Search term "already": copy each line of the data containing it.

### DATA SUPPLIED

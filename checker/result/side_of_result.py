"""Make a side of a comparison from the result of a run."""

from __future__ import annotations

from checker.finding import Measure, Outcome, Verdict
from checker.result.gather import fingerprint
from checker.result.model import FleetResult, Study, SubjectResult
from checker.result.side import Figures, Found, Place, PlaceKey, Rule, Side, SideStudy, SideSubject, Waived


def side_of_result(result: FleetResult, name: str) -> Side:
    """Return a result as a side; `name` is what the reader called it."""
    return Side(
        name=name,
        tool_version=result.tool_version,
        subjects=tuple(map(_subject, result.subjects)),
        studies={study.name: _study(study) for study in result.studies},
        file_found=tuple(map(_found, result.file_outcomes)),
        unstudied=result.unstudied,
        rules=tuple(
            Rule(c.kind, c.what, c.limit_set, c.old, c.new, c.is_loosened, c.reason, str(c.at)) for c in result.house
        ),
        sizes=result.sizes,
        marks=result.marks,
    )


def _subject(subject: SubjectResult) -> SideSubject:
    return SideSubject(
        id=subject.id,
        is_hull=subject.is_hull,
        class_id=subject.class_id,
        study=subject.study,
        revision=subject.revision,
        class_revision=subject.class_revision,
        options=subject.options,
        status=subject.status,
        changes=subject.changes,
        accepted={
            mark: Waived(a.waiver, a.reason, a.approved_by, a.expires) for mark, a in sorted(subject.accepted.items())
        },
        own=tuple(map(_found, subject.own)),
    )


def _study(study: Study) -> SideStudy:
    places: dict[PlaceKey, Place] = {}
    for outcome in study.passes:
        place = Place(_figures(outcome.measure), outcome.note if outcome.measure is None else "")
        key = PlaceKey(outcome.check, outcome.limit_set, outcome.part, place.looks_at)
        times = 1
        while key in places:
            times += 1
            key = key._replace(part=f"{outcome.part} #{times}")
        places[key] = place
    sets = tuple(use.id for use in study.sets)
    return SideStudy(study.name, tuple(map(_found, study.news)), places, sets, study.aboard)


def _figures(measure: Measure | None) -> Figures | None:
    if measure is None:
        return None
    return Figures(
        measure.quantity, measure.value, measure.limit, measure.unit, measure.at_least, measure.is_stepped
    )  # fmt: skip


def _found(outcome: Outcome) -> Found:
    is_finding = outcome.verdict is not Verdict.NOT_ASSESSED
    return Found(
        is_finding=is_finding,
        check=outcome.check,
        level=outcome.level.value,
        part=outcome.part,
        fault=outcome.fault,
        fingerprint=fingerprint(outcome) if is_finding else "",
        limit_set=outcome.limit_set,
        circuit=outcome.circuit,
        state=outcome.state,
        remedy=outcome.remedy,
        missing=outcome.missing,
        path=outcome.path,
        file=outcome.at.file,
        at=str(outcome.at) if outcome.at.file else "",
        figures=_figures(outcome.measure),
    )
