"""Bring the changes of all hulls together: findings, headroom, what is looked at no more."""

from __future__ import annotations

from collections.abc import Iterable, Sequence
from dataclasses import replace

from checker.result.compare_findings import LEVELS, Match
from checker.result.compare_places import bare
from checker.result.comparison import FindingChange, FindingKind, Headroom, Lost, LostKind
from checker.result.gather import natural
from checker.result.moved_by_limits import ByLimits
from checker.result.side import Figures, Found, PlaceKey, Side
from checker.result.subject_change import Change


def finding_changes(changes: Iterable[Change], by_limits: ByLimits) -> tuple[FindingChange, ...]:
    """Return each finding that changed once, with all subjects that share it: the worst first."""
    groups: dict[tuple[object, ...], list[tuple[str, Match]]] = {}
    for change in changes:
        for match in change.matches:
            if change.is_silenced(match):
                continue  # told among what is silenced
            name, found = change.subject.id, _found(match)
            is_moved = by_limits.has_finding(name, match)
            part = "" if found.part == name else found.about[2]  # of the hull itself, e.g. that it is behind
            key = (match.kind, found.check, part, found.level, match.was, match.is_worse, is_moved)
            groups.setdefault(key, []).append((name, match))
    return tuple(sorted((_finding_change(key[-1] is True, rows) for key, rows in groups.items()), key=_order))


def _found(match: Match) -> Found:
    told = match.after or match.before
    assert told is not None
    return told.found


def _finding_change(by_limits: bool, rows: Sequence[tuple[str, Match]]) -> FindingChange:
    worst = min(rows, key=lambda row: _headroom(_found(row[1]).figures))[1]
    found = _found(worst)
    before = worst.before.found if worst.before else None
    return FindingChange(
        kind=worst.kind,
        found=found,
        on=tuple(dict.fromkeys(name for name, _ in rows)),
        limit_sets=tuple(dict.fromkeys(one.limit_set for one in (_found(match) for _, match in rows) if one.limit_set)),
        was=worst.was,
        moved_from=before.part if before and before.part != found.part else "",
        before=before.figures if before else None,
        after=worst.after.found.figures if worst.after else None,
        is_worse=worst.is_worse,
        by_limits=by_limits,
    )


def _headroom(figures: Figures | None) -> float:
    headroom = None if figures is None else figures.headroom
    return float("inf") if headroom is None else headroom


def _order(change: FindingChange) -> tuple[object, ...]:
    found = change.found
    kinds = list(FindingKind)
    return kinds.index(change.kind), LEVELS.index(found.level), found.check, natural(found.part), change.on


def headroom_changes(changes: Iterable[Change], by_limits: ByLimits) -> tuple[Headroom, ...]:
    """Return the places that lost headroom near their limit, the thinnest first; of several sets the thinnest."""
    groups: dict[tuple[str, str, str, bool], list[tuple[str, PlaceKey, Figures, Figures]]] = {}
    for change in changes:
        for key, (before, after) in change.places.thinner.items():
            group = key.check, bare(key.part), after.quantity, by_limits.has_place(change.subject.id, key)
            groups.setdefault(group, []).append((change.subject.id, key, before, after))
    alike: dict[tuple[object, ...], Headroom] = {}
    for (check, part, _, is_moved), rows in groups.items():
        _, place, before, after = min(rows, key=lambda row: _headroom(row[3]))
        names = tuple(dict.fromkeys(name for name, *_ in rows))
        figures = f"{after.value:.6g} {after.limit:.6g} {after.unit}"
        one = Headroom((check,), place.limit_set, part, before, after, names, is_moved)
        known = alike.get((part, figures, names, is_moved))
        alike[part, figures, names, is_moved] = replace(known, checks=(*known.checks, check)) if known else one
    return tuple(sorted(alike.values(), key=lambda one: (_headroom(one.after), natural(one.part), one.checks)))


def lost_changes(changes: Sequence[Change], base: Side, head: Side) -> tuple[Lost, ...]:
    """Return what is looked at no more: hulls, circuits, places, and what is newly not assessed."""
    gone = tuple(change.subject.id for change in changes if change.after is None and not change.matches)
    unstudied = tuple(name for name in head.unstudied if name not in base.unstudied)
    found = [Lost(LostKind.STUDY, "", unstudied, ())] if unstudied else []
    found += [Lost(LostKind.SUBJECT, "", gone, ())] if gone else []
    groups: dict[tuple[LostKind, str, str], dict[str, list[str]]] = {}

    def add(kind: LostKind, check: str, why: str, name: str, subject: str) -> None:
        names = groups.setdefault((kind, check, why), {}).setdefault(name, [])
        if subject not in names:
            names.append(subject)

    for change in changes:
        subject = change.subject.id
        for thing in change.aboard.removed if change.aboard else ():
            if thing.kind == "circuit":
                add(LostKind.CIRCUIT, "", "", thing.id, subject)
        for key in change.places.lost:
            add(LostKind.PLACES, key.check, "", bare(key.part), subject)
        for one in change.unassessed:
            add(LostKind.UNASSESSED, one.check, one.missing, one.part, subject)
    for (kind, check, why), names in groups.items():
        by_subjects: dict[tuple[str, ...], list[str]] = {}
        for name, subjects in names.items():
            by_subjects.setdefault(tuple(subjects), []).append(name)
        found += [Lost(kind, check, tuple(sorted(n, key=natural)), on, why) for on, n in by_subjects.items()]
    kinds = list(LostKind)
    return tuple(sorted(found, key=lambda one: (kinds.index(one.kind), one.check, one.why, one.names, one.on)))
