"""List what a change of a class means for hulls that are built: they do not change by themselves."""

from __future__ import annotations

from collections.abc import Iterable, Sequence

from checker.result.compare_aboard import Unit
from checker.result.compare_findings import Match
from checker.result.comparison import Behind, Difference, FindingKind, Retrofit
from checker.result.gather import natural
from checker.result.subject_change import Change


def retrofits(changes: Sequence[Change]) -> tuple[Retrofit, ...]:
    """Return the built hulls whose wiring a class now tells otherwise: what to change aboard, and why.

    A change is the class's where the option set that the hull is built to changed alike; what only
    the hull's own file tells was done aboard already.
    """
    designs = {change.subject.id: change for change in changes if not change.subject.is_hull}
    groups: dict[tuple[object, ...], list[str]] = {}
    for change in changes:
        design = designs.get(change.subject.design)
        if change.before is None or change.after is None or not change.subject.is_built or design is None:
            continue
        work = tuple(unit for unit in change.units if unit in set(design.units))
        if work:
            key = (change.subject.status, work, _named(change, FindingKind.FIXED), _named(change, FindingKind.NEW))
            groups.setdefault(key, []).append(change.subject.id)
    return tuple(
        Retrofit(tuple(hulls), status, tuple(map(_difference, work)), mends, makes)  # type: ignore[arg-type, call-overload]
        for (status, work, mends, makes), hulls in groups.items()
    )


def _named(change: Change, kind: FindingKind) -> tuple[str, ...]:
    rows = (match for match in change.matches if match.kind is kind)
    return tuple(dict.fromkeys(_name(match) for match in rows if not _is_of_hull(match, change)))


def _is_of_hull(match: Match, change: Change) -> bool:
    """Tell whether a finding is of the hull itself: that it is behind its class is told for all hulls together."""
    told = match.after or match.before
    return told is not None and told.found.part == change.subject.id


def _name(match: Match) -> str:
    told = match.after or match.before
    assert told is not None
    return f"{told.found.check} at {told.found.part}"


def _difference(unit: Unit) -> Difference:
    return Difference(unit.kind, unit.about, unit.things, unit.facts, ())


def behind_class(changes: Iterable[Change]) -> tuple[Behind, ...]:
    """Return the built hulls that are behind their class."""
    found = [
        Behind(
            change.after.id, change.after.revision, change.after.class_revision,
            change.before is None or change.before.revision >= change.before.class_revision,
        )
        for change in changes
        if change.after is not None and change.after.is_built and change.after.revision < change.after.class_revision
    ]  # fmt: skip
    return tuple(sorted(found, key=lambda one: natural(one.hull)))


def reached_at_same_revision(changes: Sequence[Change]) -> tuple[str, ...]:
    """Return the classes that changed for hulls already built, and whose revision did not rise."""
    reached = {hull for retrofit in retrofits(changes) for hull in retrofit.hulls}
    classes = {
        change.after.class_id
        for change in changes
        if change.after is not None and change.before is not None and change.after.id in reached
        and change.after.class_revision == change.before.class_revision
    }  # fmt: skip
    return tuple(sorted(classes))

######

YOUR RESPONSE
    the hull's own file tells was done aboard already.
    """Return the classes that changed for hulls already built, and whose revision did not rise."""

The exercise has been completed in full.